Does anyone know how to get tweetdeck installed in miui? Whenever I try, it just says not installed


----------



## bobAbooey (Jun 15, 2011)

Are you set on tweet deck? Seesmic and hootsuite are pretty smooth.


----------



## dom707 (Jun 11, 2011)

On page 32 of the rom thread there is a post to fix the missing apps


----------



## Jmoney4769 (Jun 7, 2011)

"dom707 said:


> On page 32 of the rom thread there is a post to fix the missing apps


Thanks found it! You don't happen to also know how to get to CWM do you?


----------



## eski7399 (Jun 15, 2011)

I use terminal and type su then enter then reboot recovery and enter


----------



## liberatedx (Jun 19, 2011)

To get into CWR just go into rom manager and hit reboot into clockwork.


----------



## Jmoney4769 (Jun 7, 2011)

EDIT: wrong thread sorry


----------



## Lurch81 (Jun 13, 2011)

there is an update to miui to fix all the problems so far


----------



## SyNiK4L (Jun 7, 2011)

i can make one pretty quickly if u want me to...its just 2 files that fix those 2 problems...the torch problem and the market problem


----------



## Lurch81 (Jun 13, 2011)

"SyNiK4L said:


> i can make one pretty quickly if u want me to...its just 2 files that fix those 2 problems...the torch problem and the market problem


There already is a fix made by miui developer its in the miui thread under the developer section

Sent from my DROIDX using RootzWiki Forums


----------



## nevsdad (Jun 7, 2011)

Does the update fix the Tweetdeck issue?
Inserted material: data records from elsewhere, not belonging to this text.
def _real_folders(t: Path, name: str) -> bool:
    """Whether every folder on the way from ``t`` to ``name`` is a real folder (not a link)."""
    parts = name.split("/")
    for k in range(1, len(parts)):
        try:
            if not stat.S_ISDIR(os.lstat(t.joinpath(*parts[:k])).st_mode):
                return False
        except FileNotFoundError:
            return True
    return True


def _link_others(t: Path, staging: Path, owned: set[str]) -> bool:
    """Hard-link every file of ``t`` that pipeopt does not own into ``staging``.

    Links stay links, folders keep their mode, empty folders of the user stay; folders that
    held only owned files are not carried over. False when this cannot be done faithfully (the
    folder or one inside it owned by another user, a file system without hard links): the
    caller then replaces the files in place.
    """
    uid = os.geteuid() if hasattr(os, "geteuid") else None
    if uid is not None and os.stat(t).st_uid != uid:
        return False

    def make_parents(rel: str) -> None:
        parts = rel.split("/")
        for k in range(1, len(parts)):
            dest = staging.joinpath(*parts[:k])
            if not os.path.lexists(dest):
                os.mkdir(dest, 0o777)
                os.chmod(dest, stat.S_IMODE(os.lstat(t.joinpath(*parts[:k])).st_mode))
            elif dest.is_symlink() or not dest.is_dir():
                raise OutputError(f"{'/'.join(parts[:k])!r} is a folder that pipeopt did not "
                                  f"write, where the result set has a file; move it away")

    owned_folders = {n.rsplit("/", k)[0] for n in owned for k in range(1, n.count("/") + 1)}
    try:
        for root, dirs, files in os.walk(t):
            base = Path(root)
            rel_root = base.relative_to(t).as_posix()
            prefix = "" if rel_root == "." else rel_root + "/"
            for d in list(dirs):
                src = base / d
                if (not prefix and d.startswith(_TEMP)) or src.is_symlink():
                    dirs.remove(d)
                    if src.is_symlink():
                        files.append(d)
                    continue
                if uid is not None and os.lstat(src).st_uid != uid:
                    return False
                if not os.listdir(src) and prefix + d not in owned_folders:
                    make_parents(prefix + d + "/x")          # an empty folder of the user
            for f in files:
                rel = prefix + f
                if rel in owned or (not prefix and f.startswith(_TEMP)):
                    continue
                src, dest = base / f, staging / rel
                make_parents(rel)
                if os.path.lexists(dest):
                    raise OutputError(f"{rel!r} is a file that pipeopt did not write, where the "
                                      f"result set has a folder; move it away")
                if src.is_symlink():
                    os.symlink(os.readlink(src), dest)
                else:
                    os.link(src, dest, follow_symlinks=False)
    except OutputError:
        raise
    except OSError:
        return False
    return True


def _prune_empty(t: Path, names: Iterable[str]) -> None:
    parents = sorted({n.rpartition("/")[0] for n in names if "/" in n}, key=len, reverse=True)
    for parent in parents:
        try:
            os.rmdir(t / parent)
        except OSError:
            pass


def _commit_in_place(staging: Path, t: Path, names: list[str], owned_old: set[str]) -> None:
    """Move the staged files into ``t`` one by one, the manifest saying incomplete meanwhile."""
    tmp = t / f"{_TEMP}manifest-{secrets.token_hex(4)}"
    _write_file(tmp, _manifest_bytes([], False, set(names) | owned_old))
    os.replace(tmp, t / MANIFEST)
    _fsync_dir(t)
    gone = sorted(owned_old - set(names) - {MANIFEST})
    for n in gone:
        p = t / n
        if _real_folders(t, n) and (p.is_symlink() or p.is_file()):
            p.unlink()
    _prune_empty(t, gone)
    for n in names:
        parts = n.split("/")
        for k in range(1, len(parts)):
            d = t.joinpath(*parts[:k])
            if not d.exists():
                os.mkdir(d, 0o777)
        os.replace(staging / n, t / n)
    os.replace(staging / MANIFEST, t / MANIFEST)
    _fsync_dir(t)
Thanks

Update: Just went into market and it is now allowing me to install...:money:


----------



## gi812 (Jun 14, 2011)

has tweetdeck fixed the facebook problem? i used to use it all the time but had to stop when i couldnt post anything to facebook


----------



## Jmoney4769 (Jun 7, 2011)

"gi812 said:


> has tweetdeck fixed the facebook problem? i used to use it all the time but had to stop when i couldnt post anything to facebook


It seems to work fine for me


----------